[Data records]
══════
impl RatioFunnel {
    /// Limits covering `coverage` (in (0, 1), two-sided) of the ratios of groups whose
    /// true ratio is 1. Errors: coverage outside (0, 1).
    pub fn new(coverage: f64) -> Result<Self, StatsError> {
        check_open_unit("coverage", coverage)?;
        let tail = 0.5 * (1.0 - coverage);
        Ok(Self {
            tail,
            z: normal_upper_quantile(tail),
        })
    }

    /// The limits on the ratio scale at expected count `expected`. A non-positive or
    /// non-finite `expected` gives [0, infinity]. The Poisson tails are exact to about
    /// 1e-13 for E up to ~1e9 (the incomplete gamma's series and continued fraction need
    /// ~sqrt(E) terms).
    pub fn at(&self, expected: f64) -> Interval {
        if !(expected.is_finite() && expected > 0.0) {
            return Interval {
                lower: 0.0,
                upper: f64::INFINITY,
            };
        }
        // Lower end: smallest r with P(X <= r) >= tail.
        let cdf = |r: u64| ln_poisson_cdf(r, expected).exp();
        let r = smallest_with(start(expected, -self.z), |r| cdf(r) >= self.tail);
        let a = (cdf(r) - self.tail) / poisson_pmf(r, expected);
        let lower = ((r as f64 - a) / expected).max(0.0);
        // Upper end: smallest r with P(X <= r) >= 1 - tail, written with the survival
        // function P(X > r) = P(X >= r + 1) so a small tail keeps its digits.
        let above = |r: u64| ln_poisson_at_least(r + 1, expected).exp();
        let r = smallest_with(start(expected, self.z), |r| above(r) <= self.tail);
        let a = (self.tail - above(r)) / poisson_pmf(r, expected);
        Interval {
            lower,
            upper: (r as f64 - a) / expected,
        }
    }
}
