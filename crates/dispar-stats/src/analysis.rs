//! The whole analysis of a table: method choice, omnibus test, effect size, cells; and for
//! rate tables (k x 2), per-group rates, flags, overdispersion and pairwise follow-ups.

use crate::adjust::Adjustment;
use crate::anom::{AnomCritical, critical_for_sizes};
use crate::chisq::{
    critical_value, degrees_of_freedom, likelihood_ratio, pearson, upper_tail_unchecked, yates,
};
use crate::effect::{cramers_v, cramers_v_corrected};
use crate::error::{StatsError, check_open_unit};
use crate::exact::{Fisher, fisher};
use crate::interval::{Interval, wilson_z, z_for_confidence};
use crate::montecarlo::{MonteCarlo, conditional_p_until, table_seed};
use crate::overdispersion::{Overdispersion, spiegelhalter, tau_squared};
use crate::pairwise::{Pair, PairMethod, PairwiseOptions, pairwise};
use crate::residuals::{Cell, cells};
use crate::table::Table;
use crate::validity::{Validity, cochran};

/// The omnibus test asked for.
#[derive(Debug, Clone, Copy, PartialEq, Eq, Default)]
pub enum Method {
    /// Pearson's asymptotic X^2 when Cochran's rule holds; otherwise Fisher's exact test
    /// for a 2 x 2 table and a Monte Carlo conditional p for larger tables.
    #[default]
    Auto,
    /// Pearson's X^2 with the asymptotic chi-square p, whatever the expected counts.
    Pearson,
    /// Likelihood-ratio G^2 with the asymptotic chi-square p.
    LikelihoodRatio,
    /// An exact conditional p: Fisher for 2 x 2, Monte Carlo (Patefield) otherwise.
    Exact,
}

/// The omnibus test that ran.
#[derive(Debug, Clone, Copy, PartialEq, Eq)]
pub enum TestUsed {
    /// Pearson's X^2, asymptotic p.
    Pearson,
    /// Likelihood-ratio G^2, asymptotic p.
    LikelihoodRatio,
    /// Fisher's exact test (2 x 2), two-sided.
    FisherExact,
    /// Monte Carlo conditional p of Pearson's X^2 over tables with the observed margins.
    MonteCarlo,
}

/// What to do with overdispersion between groups of a rate table.
#[derive(Debug, Clone, Copy, PartialEq, Eq, Default)]
pub enum Dispersion {
    /// Estimate and report it; flags use the plain ANOM limit.
    #[default]
    Report,
    /// Also widen the flag limit by sqrt(phi) when phi > 1 (Spiegelhalter 2005).
    Widen,
}

/// Options of an analysis.
#[derive(Debug, Clone, Copy, PartialEq)]
pub struct Options {
    /// Significance level (default 0.05); intervals are at confidence 1 - alpha.
    pub alpha: f64,
    /// Omnibus test (default Auto).
    pub method: Method,
    /// Test per pair of groups, or Off (default Auto).
    pub pairwise: PairMethod,
    /// Adjustment of pairwise p-values (default Holm).
    pub adjust: Adjustment,
    /// Random tables for a Monte Carlo p (default 100,000: the standard error of p is at
    /// most 0.0016, and 0.0007 at p = 0.05; a 10 x 2 table takes well under a second).
    pub resamples: u64,
    /// Smallest rate difference that matters (a proportion), for pairwise
    /// `practically_different`.
    pub min_difference: Option<f64>,
    /// Fraction winsorised at each end for the overdispersion estimate (default 0.1).
    pub winsor_fraction: f64,
    /// Whether overdispersion widens the flag limit (default Report: it does not).
    pub dispersion: Dispersion,
    /// Abandon the work with [`StatsError::DeadlineExceeded`] once this instant has
    /// passed (checked between Monte Carlo chunks and pairwise rows); `None` never does.
    pub deadline: Option<std::time::Instant>,
}

impl Default for Options {
    fn default() -> Self {
        Options {
            alpha: 0.05,
            method: Method::Auto,
            pairwise: PairMethod::Auto,
            adjust: Adjustment::Holm,
            resamples: 100_000,
            min_difference: None,
            winsor_fraction: 0.1,
            dispersion: Dispersion::Report,
            deadline: None,
        }
    }
}

impl Options {
    /// Checks every option's domain.
    pub fn validate(&self) -> Result<(), StatsError> {
        check_open_unit("alpha", self.alpha)?;
        if self.resamples == 0 {
            return Err(StatsError::InvalidParameter {
                name: "resamples",
                value: 0.0,
                requirement: "at least 1",
            });
        }
        if let Some(m) = self.min_difference
            && !(m.is_finite() && (0.0..1.0).contains(&m))
        {
            return Err(StatsError::InvalidParameter {
                name: "min_difference",
                value: m,
                requirement: "in [0, 1)",
            });
        }
        if !(0.0..0.5).contains(&self.winsor_fraction) {
            return Err(StatsError::InvalidParameter {
                name: "winsor_fraction",
                value: self.winsor_fraction,
                requirement: "in [0, 0.5)",
            });
        }
        Ok(())
    }
}

/// The omnibus analysis of an r x c table (after dropping all-zero rows and columns).
#[derive(Debug, Clone, PartialEq)]
pub struct Analysis {
    /// The test that ran.
    pub test: TestUsed,
    /// Why that test, in words.
    pub reason: String,
    /// The test's statistic: G^2 for the likelihood-ratio test, Pearson's X^2 otherwise
    /// (for Fisher's test it is descriptive only).
    pub statistic: f64,
    /// Degrees of freedom (r - 1)(c - 1) of the reduced table.
    pub df: u64,
    /// The p-value.
    pub p: f64,
    /// log10 of the p-value, finite where p underflows.
    pub log10_p: f64,
    /// The chi-square critical value at alpha on df.
    pub critical_value: f64,
    /// `p < alpha`.
    pub reject: bool,
    /// Pearson's X^2.
    pub pearson: f64,
    /// Likelihood-ratio G^2.
    pub likelihood_ratio: f64,
    /// Yates-corrected X^2 (2 x 2 only).
    pub yates: Option<f64>,
    /// Cramer's V.
    pub cramers_v: f64,
    /// Bias-corrected Cramer's V (Bergsma 2013).
    pub cramers_v_corrected: f64,
    /// Cochran's rule on the reduced table.
    pub validity: Validity,
    /// Fisher's test details, when it ran.
    pub fisher: Option<Fisher>,
    /// Monte Carlo details, when it ran.
    pub monte_carlo: Option<MonteCarlo>,
    /// Per-cell statistics of the reduced table, row-major.
    pub cells: Vec<Cell>,
    /// Input indices of the rows tested.
    pub kept_rows: Vec<usize>,
    /// Input indices of the columns tested.
    pub kept_cols: Vec<usize>,
    /// Input rows dropped (total 0).
    pub dropped_rows: Vec<usize>,
    /// Input columns dropped (total 0).
    pub dropped_cols: Vec<usize>,
}
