//! The analysis-of-means (ANOM) critical value h(alpha, k) for k groups, balanced case,
//! infinite degrees of freedom (known binomial variance).
//!
//! h solves P(max_i |Z_i| <= h) = 1 - alpha where Z is standard k-variate normal with
//! equal correlations rho = -1/(k-1) (the correlation of the k group deviations from the
//! pooled mean). Such a Z is the scaled deviation from the mean of k independent normals,
//! Z_i = sqrt(k/(k-1)) (e_i - mean(e)), so the event is "every e_i lies within
//! c = h sqrt((k-1)/k) of the mean", and
//!
//!   P = sqrt(k / (2 pi)) * integral over y of g(y)^k,  g(y) = int_{-c}^{c} phi(u) cos(u y) du,
//!
//! the density at 0 of a sum of k normals truncated to [-c, c], by Fourier inversion,
//! divided by the N(0, k) density at 0. This is the real form of the complex-integration
//! identity of Soong & Hsu (1997, "Using complex integration to compute multivariate normal
//! probabilities", J. Comput. Graph. Stat. 6(4)). g is evaluated without cancellation as
//! g(y) = exp(-y^2/2) - Re[exp(-c^2/2 + i c y) w((y + i c)/sqrt 2)] with the Faddeeva
//! function w in the upper half-plane (Weideman 1994, "Computation of the complex error
//! function", SIAM J. Numer. Anal. 31(5)).
//!
//! Special cases: k = 2 is the two-sided normal quantile; k = 3 is the probability that a
//! standard bivariate normal falls in a regular hexagon of inradius h,
//! 1 - (6/pi) int_0^{pi/6} exp(-h^2 / (2 cos^2 t)) dt. If the computation ever fails to
//! converge, the Sidak bound Phi^-1(1 - (1 - (1-alpha)^(1/k))/2) is returned and marked
//! [`AnomMethod::SidakBound`]. Results are cached per (alpha, k).
//!
//! The Fourier integral gives P to about 1e-14 absolute, so 1 - P = alpha has
//! 1e-14 / alpha relative error: below [`FOURIER_MIN_ALPHA`] (1e-8, where that is 1e-6)
//! k >= 4 uses the Sidak bound, marked as such. There the bound is within 1e-6 of the
//! balanced h (6.3892818 against 6.3892817 for k = 6 at 1e-9) and it is conservative for
//! any sizes. The hexagon (k = 3) and the normal quantile (k = 2) compute 1 - P directly
//! and stay exact down to [`MIN_ALPHA`].
//!
//! # Unequal group sizes
//!
//! With group shares w_i = n_i / N the adjusted residuals have correlations
//! -sqrt(w_i w_j / ((1 - w_i)(1 - w_j))), not -1/(k-1), and [`critical_for_sizes`] computes h
//! for the actual shares. The same factorisation holds: with independent e_i ~ N(0, 1/w_i)
//! and their weighted mean m = sum w_j e_j (variance 1, independent of every e_i - m),
//! Z_i = (e_i - m) sqrt(w_i / (1 - w_i)) has exactly that correlation, and Fourier inversion
//! of the density of m at 0 gives
//!
//!   P(max |Z_i| <= h) = (1 / sqrt(2 pi)) integral over t of prod_i G(t sqrt(w_i); h sqrt(1 - w_i)),
//!
//! with G(y; c) the g above. For w_i = 1/k the substitution y = t / sqrt(k) gives back the
//! balanced formula, and the same code evaluates both (the balanced constant is this
//! integral with k equal factors). This generalisation of Soong & Hsu's product form was
//! derived for this crate and checked by simulation (tests/fixtures/anom_sizes.json,
//! written by tools/reference/anom_sizes.py). For k = 3 the residuals lie in a plane and
//! the event is a hexagon whose six edges are all at distance h from the centre, with the
//! angle between adjacent edge normals arccos|rho_ij| (the three angles sum to pi), so
//! 1 - P = (2/pi) sum_{i<j} int_0^{arccos|rho_ij|/2} exp(-h^2 / (2 cos^2 t)) dt,
//! the regular hexagon above when every |rho| = 1/2. Two groups always give the normal
//! quantile (the residuals are mirror images whatever the sizes).

use std::collections::HashMap;
use std::f64::consts::{FRAC_1_SQRT_2, PI, SQRT_2};
use std::sync::{Mutex, OnceLock};

use crate::error::{StatsError, check_open_unit};
use crate::faddeeva::{Complex, faddeeva};
use crate::interval::normal_upper_quantile;

/// The smallest alpha the critical values accept: below it h overflows (1e-300 gives
/// h of about 37).
pub const MIN_ALPHA: f64 = 1e-300;

/// Below this alpha, k >= 4 uses the Sidak bound (module docs).
pub const FOURIER_MIN_ALPHA: f64 = 1e-8;

fn check_alpha(alpha: f64) -> Result<(), StatsError> {
    check_open_unit("alpha", alpha)?;
    if alpha < MIN_ALPHA {
        return Err(StatsError::InvalidParameter {
            name: "alpha",
            value: alpha,
            requirement: "at least 1e-300",
        });
    }
    Ok(())
}
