//! Pairwise follow-ups: every pair of groups as a 2 x 2 table, raw and adjusted p-values,
//! and the difference of rates with Newcombe's interval.

use crate::adjust::{Adjustment, adjust};
use crate::chisq::{pearson_2x2, upper_tail_unchecked, yates_2x2};
use crate::error::{StatsError, check_open_unit};
use crate::exact::fisher;
use crate::interval::{Interval, newcombe_from_wilson, wilson_z, z_for_confidence};
use crate::validity::cochran_2x2_holds;

/// Which test each pair gets.
#[derive(Debug, Clone, Copy, PartialEq, Eq, Default)]
pub enum PairMethod {
    /// Pearson's X^2 without Yates' correction when Cochran's rule holds for the pair (all
    /// four expected counts >= 5), Fisher's exact test otherwise.
    #[default]
    Auto,
    /// Pearson's X^2 on 1 df for every pair.
    Pearson,
    /// Yates-corrected X^2 on 1 df for every pair.
    PearsonYates,
    /// Fisher's exact test for every pair.
    Fisher,
    /// No pairwise follow-ups ([`pairwise`] returns no pairs).
    Off,
}

/// The test a pair actually got.
#[derive(Debug, Clone, Copy, PartialEq, Eq)]
pub enum PairTest {
    /// Pearson's X^2, 1 df.
    Pearson,
    /// Yates-corrected X^2, 1 df.
    PearsonYates,
    /// Fisher's exact test, two-sided.
    Fisher,
}

/// Options for [`pairwise`].
#[derive(Debug, Clone, Copy, PartialEq)]
pub struct PairwiseOptions {
    /// Significance level for `reject`, and 1 - confidence of the difference intervals.
    pub alpha: f64,
    /// Test per pair.
    pub method: PairMethod,
    /// Multiple-comparison adjustment across all pairs.
    pub adjust: Adjustment,
    /// Smallest difference of rates that matters (a proportion, e.g. 0.005 for half a
    /// percentage point); `None` leaves `practically_different` unset.
    pub min_difference: Option<f64>,
    /// Abandon the work with [`StatsError::DeadlineExceeded`] once this instant has
    /// passed (checked once per group), so a server can bound a request's CPU time.
    pub deadline: Option<std::time::Instant>,
}

impl Default for PairwiseOptions {
    fn default() -> Self {
        PairwiseOptions {
            alpha: 0.05,
            method: PairMethod::Auto,
            adjust: Adjustment::Holm,
            min_difference: None,
            deadline: None,
        }
    }
}
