//! Multiple-comparison adjustment of p-values: Holm (default), Bonferroni, Hochberg,
//! Benjamini-Hochberg. Definitions as in statsmodels' `multipletests`
//! (`holm`, `bonferroni`, `simes-hochberg`, `fdr_bh`): adjusted values capped at 1 and
//! made monotone in the order of the raw p-values (step-down for Holm, step-up for
//! Hochberg and Benjamini-Hochberg).

/// A multiple-comparison adjustment.
#[derive(Debug, Clone, Copy, PartialEq, Eq, Default)]
pub enum Adjustment {
    /// Holm (1979) step-down: controls the family-wise error rate; uniformly more powerful
    /// than Bonferroni.
    #[default]
    Holm,
    /// Bonferroni: min(1, m p).
    Bonferroni,
    /// Hochberg (1988) step-up: family-wise error rate under independence or positive
    /// dependence.
    Hochberg,
    /// Benjamini-Hochberg (1995) step-up: false discovery rate.
    BenjaminiHochberg,
}

/// Adjusts `p` (one value per hypothesis) for multiple comparisons; the output is in the
/// input's order.
///
/// Values are expected in [0, 1]; a NaN is treated as 1 (never significant) and values
/// outside [0, 1] are clamped. The raw p-values are sorted once (O(m log m)).
///
/// ```
/// use dispar_stats::adjust::{adjust, Adjustment};
/// let adj = adjust(&[0.01, 0.04, 0.03], Adjustment::Holm);
/// // Holm: sorted 0.01*3 = 0.03, 0.03*2 = 0.06, max(0.06, 0.04*1) = 0.06.
/// assert_eq!(adj, vec![0.03, 0.06, 0.06]);
/// ```
pub fn adjust(p: &[f64], method: Adjustment) -> Vec<f64> {
    let m = p.len();
    let clean = |x: f64| -> f64 {
        if x.is_nan() {
            1.0
        } else {
            x.clamp(0.0, 1.0) + 0.0
        }
    };
    let mf = m as f64;
    if method == Adjustment::Bonferroni {
        return p.iter().map(|&x| (clean(x) * mf).min(1.0)).collect();
    }
    // For values in [0, 1] (with -0.0 normalised) the IEEE bit pattern orders like the value.
    let mut order: Vec<(u64, usize)> = p
        .iter()
        .enumerate()
        .map(|(i, &x)| (clean(x).to_bits(), i))
        .collect();
    order.sort_unstable();
    let mut out = vec![0.0; m];
    match method {
        Adjustment::Holm => {
            let mut running = 0.0f64;
            for (rank, &(bits, i)) in order.iter().enumerate() {
                let v = (f64::from_bits(bits) * (m - rank) as f64).min(1.0);
                running = running.max(v);
                out[i] = running;
            }
        }
        Adjustment::Hochberg | Adjustment::BenjaminiHochberg => {
            let mut running = 1.0f64;
            for (rank, &(bits, i)) in order.iter().enumerate().rev() {
                let factor = if method == Adjustment::Hochberg {
                    (m - rank) as f64
                } else {
                    mf / (rank + 1) as f64
                };
                running = running.min((f64::from_bits(bits) * factor).min(1.0));
                out[i] = running;
            }
        }
        Adjustment::Bonferroni => {}
    }
    out
}

#[cfg(test)]
mod tests {
    use super::*;

    const P: [f64; 6] = [0.01, 0.02, 0.03, 0.04, 0.05, 0.5];

    fn close_all(got: &[f64], want: &[f64], what: &str) {
        for (g, w) in got.iter().zip(want) {
            assert!((g - w).abs() < 1e-15, "{what}: {got:?} vs {want:?}");
        }
    }

    // Expected values worked by hand from the definitions (statsmodels multipletests docs):
    #[test]
    fn holm_by_hand() {
        // sorted factors 6,5,4,3,2,1: .06,.10,.12,.12,.10,.5 -> running max .06,.10,.12,.12,.12,.5
        close_all(
            &adjust(&P, Adjustment::Holm),
            &[0.06, 0.10, 0.12, 0.12, 0.12, 0.5],
            "Holm",
        );
    }

    #[test]
    fn hochberg_by_hand() {
        // (m-i+1)p: .06,.10,.12,.12,.10,.5 -> running min from the top: .06,.10,.10,.10,.10,.5
        close_all(
            &adjust(&P, Adjustment::Hochberg),
            &[0.06, 0.10, 0.10, 0.10, 0.10, 0.5],
            "Hochberg",
        );
    }

    #[test]
    fn benjamini_hochberg_by_hand() {
        // (m/i)p: .06,.06,.06,.06,.06,.5
        close_all(
            &adjust(&P, Adjustment::BenjaminiHochberg),
            &[0.06, 0.06, 0.06, 0.06, 0.06, 0.5],
            "BH",
        );
    }

    #[test]
    fn bonferroni_caps_at_one() {
        close_all(
            &adjust(&P, Adjustment::Bonferroni),
            &[0.06, 0.12, 0.18, 0.24, 0.30, 1.0],
            "Bonferroni",
        );
    }

    #[test]
    fn input_order_is_kept_and_nan_counts_as_one() {
        let adj = adjust(&[0.5, f64::NAN, 0.01], Adjustment::Holm);
        assert_eq!(adj, vec![1.0, 1.0, 0.03]);
        assert!(adjust(&[], Adjustment::Holm).is_empty());
    }
}
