Scenario read(const YAML::Node& root, const std::string& file) {
    Scenario s;
    s.file = file;
    Reader r(file, s.marks);
    if (!root || root.IsNull()) r.fail_at({1, 1}, "", "the file is empty; a scenario needs at least 'schema: 1'");
    r.expect_map(root, "");
    r.allow_keys(root, "", top_keys);
    const double schema = r.number(root, "", "schema", {1.0, true, 1.0, true, ""});
    (void)schema;
    s.title = root["title"] ? r.text(root["title"], "title") : file;
    read_target(r, root, s);
    read_clay(r, root, s);
    read_loading(r, root, s);
    check_settlement_criterion(r, s);
    read_method(r, root, s);
    read_drains(r, root, s);
    s.drain_length_m = r.optional_number(root, "", "drain_length_m", positive("m")).value_or(s.clay.thickness_m);
    if (!root["drain_length_m"]) s.marks["drain_length_m"] = s.mark_of("clay.thickness_m");
    if (root["drain_outlets"])
        s.outlets = static_cast<DrainOutlets>(r.choice(root["drain_outlets"], "drain_outlets", outlet_names));
    read_installation(r, root, s);
    read_patterns(r, root, s);
    read_spacing(r, root, s);
    check_physics(r, s);
    read_studies(r, root, s);
    read_uncertain(r, root, s);
    return s;
}

}  // namespace

Mark Scenario::mark_of(const std::string& key_path) const {
    const auto it = marks.find(key_path);
    return it == marks.end() ? Mark{1, 1} : it->second;
}

const DrainEntry& Scenario::drain(const std::string& name) const {
    for (const auto& d : drains)
        if (d.name == name) return d;
    std::vector<std::string> names;
    for (const auto& d : drains) names.push_back(d.name);
    std::string message = "no drain named '" + name + "'; the scenario lists " + Reader::list(names);
    if (auto best = closest(name, names)) message += "; did you mean '" + *best + "'?";
    throw ScenarioError(file, mark_of("drains"), "drains", message);
}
══════
[Assigned task] The required output is the entries from their opening line through the line holding "r) >= tail.", repeated exactly, with both end lines kept.

[Answer section]
impl RatioFunnel {
    /// Limits covering `coverage` (in (0, 1), two-sided) of the ratios of groups whose
    /// true ratio is 1. Errors: coverage outside (0, 1).
    pub fn new(coverage: f64) -> Result<Self, StatsError> {
        check_open_unit("coverage", coverage)?;
        let tail = 0.5 * (1.0 - coverage);
        Ok(Self {
            tail,
            z: normal_upper_quantile(tail),
        })
    }

    /// The limits on the ratio scale at expected count `expected`. A non-positive or
    /// non-finite `expected` gives [0, infinity]. The Poisson tails are exact to about
    /// 1e-13 for E up to ~1e9 (the incomplete gamma's series and continued fraction need
    /// ~sqrt(E) terms).
    pub fn at(&self, expected: f64) -> Interval {
        if !(expected.is_finite() && expected > 0.0) {
            return Interval {
                lower: 0.0,
                upper: f64::INFINITY,
            };
        }
        // Lower end: smallest r with P(X <= r) >= tail.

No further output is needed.